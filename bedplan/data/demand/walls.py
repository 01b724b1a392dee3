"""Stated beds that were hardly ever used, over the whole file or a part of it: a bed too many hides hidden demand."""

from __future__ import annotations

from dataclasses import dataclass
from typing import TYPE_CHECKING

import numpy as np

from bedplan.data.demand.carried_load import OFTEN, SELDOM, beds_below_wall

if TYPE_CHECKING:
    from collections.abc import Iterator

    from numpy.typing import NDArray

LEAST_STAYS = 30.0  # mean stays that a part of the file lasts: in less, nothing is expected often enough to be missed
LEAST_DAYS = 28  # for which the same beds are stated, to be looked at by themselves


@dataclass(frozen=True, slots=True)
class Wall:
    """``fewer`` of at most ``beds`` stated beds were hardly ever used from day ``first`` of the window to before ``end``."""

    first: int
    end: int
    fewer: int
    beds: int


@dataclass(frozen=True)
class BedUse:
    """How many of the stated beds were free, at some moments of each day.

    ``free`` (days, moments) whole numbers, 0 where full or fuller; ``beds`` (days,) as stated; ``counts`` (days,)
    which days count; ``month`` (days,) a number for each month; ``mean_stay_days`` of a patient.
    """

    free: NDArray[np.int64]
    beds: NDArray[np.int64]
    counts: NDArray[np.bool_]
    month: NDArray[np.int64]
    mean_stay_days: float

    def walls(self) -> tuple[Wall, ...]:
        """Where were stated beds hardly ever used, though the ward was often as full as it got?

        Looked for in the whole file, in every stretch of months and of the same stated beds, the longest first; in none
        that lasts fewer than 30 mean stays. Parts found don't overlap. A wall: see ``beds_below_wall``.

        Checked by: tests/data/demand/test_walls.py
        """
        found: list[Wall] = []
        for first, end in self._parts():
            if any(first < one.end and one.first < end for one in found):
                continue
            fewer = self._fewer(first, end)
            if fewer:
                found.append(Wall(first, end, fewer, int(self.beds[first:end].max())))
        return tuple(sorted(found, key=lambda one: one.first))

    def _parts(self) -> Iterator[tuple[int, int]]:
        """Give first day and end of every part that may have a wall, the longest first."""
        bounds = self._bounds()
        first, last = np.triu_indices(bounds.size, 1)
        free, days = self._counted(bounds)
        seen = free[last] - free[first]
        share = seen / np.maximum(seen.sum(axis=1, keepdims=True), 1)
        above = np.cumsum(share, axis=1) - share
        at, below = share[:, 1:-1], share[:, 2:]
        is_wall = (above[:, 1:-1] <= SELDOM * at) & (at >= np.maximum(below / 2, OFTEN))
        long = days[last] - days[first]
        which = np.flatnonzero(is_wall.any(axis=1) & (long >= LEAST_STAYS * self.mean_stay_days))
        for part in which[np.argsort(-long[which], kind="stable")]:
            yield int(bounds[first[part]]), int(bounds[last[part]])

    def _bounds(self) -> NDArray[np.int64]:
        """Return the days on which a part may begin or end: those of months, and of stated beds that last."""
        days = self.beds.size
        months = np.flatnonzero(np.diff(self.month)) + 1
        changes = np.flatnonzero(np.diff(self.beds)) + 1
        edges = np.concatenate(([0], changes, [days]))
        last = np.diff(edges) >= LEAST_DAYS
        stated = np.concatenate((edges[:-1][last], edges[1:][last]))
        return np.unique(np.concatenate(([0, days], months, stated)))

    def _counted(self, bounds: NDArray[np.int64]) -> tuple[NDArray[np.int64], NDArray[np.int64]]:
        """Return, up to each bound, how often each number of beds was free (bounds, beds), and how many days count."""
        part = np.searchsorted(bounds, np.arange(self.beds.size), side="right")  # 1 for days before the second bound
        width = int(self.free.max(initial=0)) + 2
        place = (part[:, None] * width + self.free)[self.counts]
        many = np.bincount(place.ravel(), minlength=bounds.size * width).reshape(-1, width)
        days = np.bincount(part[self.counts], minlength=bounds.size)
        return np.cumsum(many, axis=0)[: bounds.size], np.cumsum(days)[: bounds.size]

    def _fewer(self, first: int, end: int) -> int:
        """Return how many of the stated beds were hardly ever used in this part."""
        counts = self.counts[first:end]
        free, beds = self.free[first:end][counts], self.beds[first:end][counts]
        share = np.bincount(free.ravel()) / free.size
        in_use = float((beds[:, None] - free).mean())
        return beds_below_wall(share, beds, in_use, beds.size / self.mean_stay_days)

# ASSIGNMENT
In the data above, retype exactly and only the lines between the one holding "is_wall = (above[:, 1:-1]" and the one holding "bounds.size], np.cumsum(days)[: bounds.size]", inclusive.

# WRITTEN SOLUTION
        is_wall = (above[:, 1:-1] <= SELDOM * at) & (at >= np.maximum(below / 2, OFTEN))
        long = days[last] - days[first]
        which = np.flatnonzero(is_wall.any(axis=1) & (long >= LEAST_STAYS * self.mean_stay_days))
        for part in which[np.argsort(-long[which], kind="stable")]:
            yield int(bounds[first[part]]), int(bounds[last[part]])

    def _bounds(self) -> NDArray[np.int64]:
        """Return the days on which a part may begin or end: those of months, and of stated beds that last."""
        days = self.beds.size
        months = np.flatnonzero(np.diff(self.month)) + 1
        changes = np.flatnonzero(np.diff(self.beds)) + 1
        edges = np.concatenate(([0], changes, [days]))
        last = np.diff(edges) >= LEAST_DAYS
        stated = np.concatenate((edges[:-1][last], edges[1:][last]))
        return np.unique(np.concatenate(([0, days], months, stated)))

    def _counted(self, bounds: NDArray[np.int64]) -> tuple[NDArray[np.int64], NDArray[np.int64]]:
        """Return, up to each bound, how often each number of beds was free (bounds, beds), and how many days count."""
        part = np.searchsorted(bounds, np.arange(self.beds.size), side="right")  # 1 for days before the second bound
        width = int(self.free.max(initial=0)) + 2
        place = (part[:, None] * width + self.free)[self.counts]
        many = np.bincount(place.ravel(), minlength=bounds.size * width).reshape(-1, width)
        days = np.bincount(part[self.counts], minlength=bounds.size)
        return np.cumsum(many, axis=0)[: bounds.size], np.cumsum(days)[: bounds.size]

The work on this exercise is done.